## Problem to work on
Run through the records and, wherever a line holds the word "saveError", return that line.

START Given information

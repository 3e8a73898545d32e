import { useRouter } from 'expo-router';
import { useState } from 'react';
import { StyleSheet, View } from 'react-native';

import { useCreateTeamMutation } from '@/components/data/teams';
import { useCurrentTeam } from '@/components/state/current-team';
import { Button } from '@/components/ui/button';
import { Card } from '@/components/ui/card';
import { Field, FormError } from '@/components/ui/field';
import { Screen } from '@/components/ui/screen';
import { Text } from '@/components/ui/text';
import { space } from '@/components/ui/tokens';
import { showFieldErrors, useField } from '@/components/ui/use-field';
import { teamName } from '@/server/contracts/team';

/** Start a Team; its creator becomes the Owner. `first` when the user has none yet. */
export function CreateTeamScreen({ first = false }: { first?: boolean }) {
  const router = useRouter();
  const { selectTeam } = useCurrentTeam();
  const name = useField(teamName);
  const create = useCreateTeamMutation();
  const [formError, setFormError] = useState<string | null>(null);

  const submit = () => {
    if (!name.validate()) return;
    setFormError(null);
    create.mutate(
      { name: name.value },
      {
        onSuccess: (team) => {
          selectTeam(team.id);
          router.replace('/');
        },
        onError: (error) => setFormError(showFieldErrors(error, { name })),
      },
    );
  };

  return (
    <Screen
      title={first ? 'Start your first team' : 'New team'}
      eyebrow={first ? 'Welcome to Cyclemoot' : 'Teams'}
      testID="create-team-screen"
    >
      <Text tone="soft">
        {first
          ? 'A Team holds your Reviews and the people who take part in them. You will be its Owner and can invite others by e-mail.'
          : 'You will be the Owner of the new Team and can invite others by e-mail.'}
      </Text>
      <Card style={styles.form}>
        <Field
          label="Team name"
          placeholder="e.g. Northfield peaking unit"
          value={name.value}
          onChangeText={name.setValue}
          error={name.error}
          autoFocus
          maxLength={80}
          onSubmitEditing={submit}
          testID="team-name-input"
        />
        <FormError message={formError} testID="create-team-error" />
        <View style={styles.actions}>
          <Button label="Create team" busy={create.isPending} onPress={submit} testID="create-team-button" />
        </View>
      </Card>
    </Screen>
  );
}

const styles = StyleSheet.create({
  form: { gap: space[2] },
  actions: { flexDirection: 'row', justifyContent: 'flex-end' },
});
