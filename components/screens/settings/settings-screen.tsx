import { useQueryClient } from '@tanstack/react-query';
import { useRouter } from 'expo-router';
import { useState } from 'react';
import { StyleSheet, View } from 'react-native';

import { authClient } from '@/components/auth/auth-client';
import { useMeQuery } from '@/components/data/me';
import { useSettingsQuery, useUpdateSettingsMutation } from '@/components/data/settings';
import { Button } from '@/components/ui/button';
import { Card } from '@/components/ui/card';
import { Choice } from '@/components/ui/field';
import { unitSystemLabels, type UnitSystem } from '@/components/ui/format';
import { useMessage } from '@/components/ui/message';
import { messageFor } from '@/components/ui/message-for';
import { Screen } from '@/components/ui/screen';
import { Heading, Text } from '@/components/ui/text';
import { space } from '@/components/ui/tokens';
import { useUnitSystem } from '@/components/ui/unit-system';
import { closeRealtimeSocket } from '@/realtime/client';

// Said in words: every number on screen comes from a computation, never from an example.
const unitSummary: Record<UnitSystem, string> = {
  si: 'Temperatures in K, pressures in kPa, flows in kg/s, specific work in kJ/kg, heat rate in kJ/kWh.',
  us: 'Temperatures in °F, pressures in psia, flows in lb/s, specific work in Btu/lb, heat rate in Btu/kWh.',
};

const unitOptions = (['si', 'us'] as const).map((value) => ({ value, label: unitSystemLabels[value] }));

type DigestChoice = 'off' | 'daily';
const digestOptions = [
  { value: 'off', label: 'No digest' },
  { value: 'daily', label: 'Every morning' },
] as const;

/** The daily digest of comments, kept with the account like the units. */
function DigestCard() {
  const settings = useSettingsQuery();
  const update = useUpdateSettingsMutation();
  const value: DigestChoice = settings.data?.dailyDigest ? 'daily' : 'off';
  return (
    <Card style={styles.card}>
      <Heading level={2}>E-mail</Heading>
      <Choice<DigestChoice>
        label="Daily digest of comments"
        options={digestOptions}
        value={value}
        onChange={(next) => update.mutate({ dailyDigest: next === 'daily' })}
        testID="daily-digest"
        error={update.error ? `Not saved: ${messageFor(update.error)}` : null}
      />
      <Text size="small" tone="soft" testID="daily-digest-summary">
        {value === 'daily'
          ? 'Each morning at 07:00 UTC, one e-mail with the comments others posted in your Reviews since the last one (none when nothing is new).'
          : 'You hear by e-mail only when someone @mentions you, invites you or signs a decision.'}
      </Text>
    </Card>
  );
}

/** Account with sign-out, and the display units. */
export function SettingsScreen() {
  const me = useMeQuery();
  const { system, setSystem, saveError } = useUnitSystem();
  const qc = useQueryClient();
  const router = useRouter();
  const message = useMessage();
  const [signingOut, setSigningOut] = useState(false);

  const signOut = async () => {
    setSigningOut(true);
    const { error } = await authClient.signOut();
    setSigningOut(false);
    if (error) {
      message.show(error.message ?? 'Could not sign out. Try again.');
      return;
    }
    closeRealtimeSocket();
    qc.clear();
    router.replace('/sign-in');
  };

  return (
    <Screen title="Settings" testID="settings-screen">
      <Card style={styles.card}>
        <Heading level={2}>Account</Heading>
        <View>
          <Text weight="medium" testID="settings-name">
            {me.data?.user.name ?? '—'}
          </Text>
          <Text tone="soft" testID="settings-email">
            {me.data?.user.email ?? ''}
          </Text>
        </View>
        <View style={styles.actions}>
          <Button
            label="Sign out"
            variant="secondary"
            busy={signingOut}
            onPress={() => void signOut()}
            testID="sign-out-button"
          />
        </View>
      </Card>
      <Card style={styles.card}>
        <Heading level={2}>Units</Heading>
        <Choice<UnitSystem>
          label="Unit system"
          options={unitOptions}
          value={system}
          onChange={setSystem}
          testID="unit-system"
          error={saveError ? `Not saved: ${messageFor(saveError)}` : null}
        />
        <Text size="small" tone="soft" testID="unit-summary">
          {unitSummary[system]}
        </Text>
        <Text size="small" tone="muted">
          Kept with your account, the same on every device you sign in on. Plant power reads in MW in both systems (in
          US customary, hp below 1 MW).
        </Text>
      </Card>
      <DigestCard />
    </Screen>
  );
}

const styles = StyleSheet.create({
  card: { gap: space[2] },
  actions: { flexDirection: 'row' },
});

END Given information

## Output for this exercise
  const { system, setSystem, saveError } = useUnitSystem();
          error={saveError ? `Not saved: ${messageFor(saveError)}` : null}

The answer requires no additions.